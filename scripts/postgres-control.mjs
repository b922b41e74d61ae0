// Stops or starts this checkout's PostgreSQL cluster (the one `npm start` and `npm test` share, on the
// ports GUSSET_PORT_OFFSET gives). The database-outage test uses it to take the database away from the
// running test server and bring it back.
//   node scripts/postgres-control.mjs stop
//   node scripts/postgres-control.mjs start [--fast]   (--fast: without fsync, as `npm test` starts it)
import { profileSetup } from "./lib/lifecycle.mjs";
import { ensurePostgres, stopPostgres } from "./lib/postgres.mjs";
import { SetupError, say } from "./lib/processes.mjs";

const [command, ...flags] = process.argv.slice(2);
const { layout, ports } = profileSetup("test");

try {
  if (command === "stop") {
    await stopPostgres({ layout });
    say(`PostgreSQL on 127.0.0.1:${ports.postgres} stopped`);
  } else if (command === "start") {
    await ensurePostgres({ layout, port: ports.postgres, fast: flags.includes("--fast") });
  } else {
    say("usage: node scripts/postgres-control.mjs stop | start [--fast]");
    process.exit(2);
  }
} catch (error) {
  say(`error: ${error instanceof SetupError ? error.message : String(error)}`);
  process.exit(1);
}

********

▸ Problem statement: An unaltered transcription of all the data above is needed.

▸ Task result:
filename scripts/postgres-control.mjs
repository b922b41e74d61ae0
// Stops or starts this checkout's PostgreSQL cluster (the one `npm start` and `npm test` share, on the
// ports GUSSET_PORT_OFFSET gives). The database-outage test uses it to take the database away from the
// running test server and bring it back.
//   node scripts/postgres-control.mjs stop
//   node scripts/postgres-control.mjs start [--fast]   (--fast: without fsync, as `npm test` starts it)
import { profileSetup } from "./lib/lifecycle.mjs";
import { ensurePostgres, stopPostgres } from "./lib/postgres.mjs";
import { SetupError, say } from "./lib/processes.mjs";

const [command, ...flags] = process.argv.slice(2);
const { layout, ports } = profileSetup("test");

try {
  if (command === "stop") {
    await stopPostgres({ layout });
    say(`PostgreSQL on 127.0.0.1:${ports.postgres} stopped`);
  } else if (command === "start") {
    await ensurePostgres({ layout, port: ports.postgres, fast: flags.includes("--fast") });
  } else {
    say("usage: node scripts/postgres-control.mjs stop | start [--fast]");
    process.exit(2);
  }
} catch (error) {
  say(`error: ${error instanceof SetupError ? error.message : String(error)}`);
  process.exit(1);
}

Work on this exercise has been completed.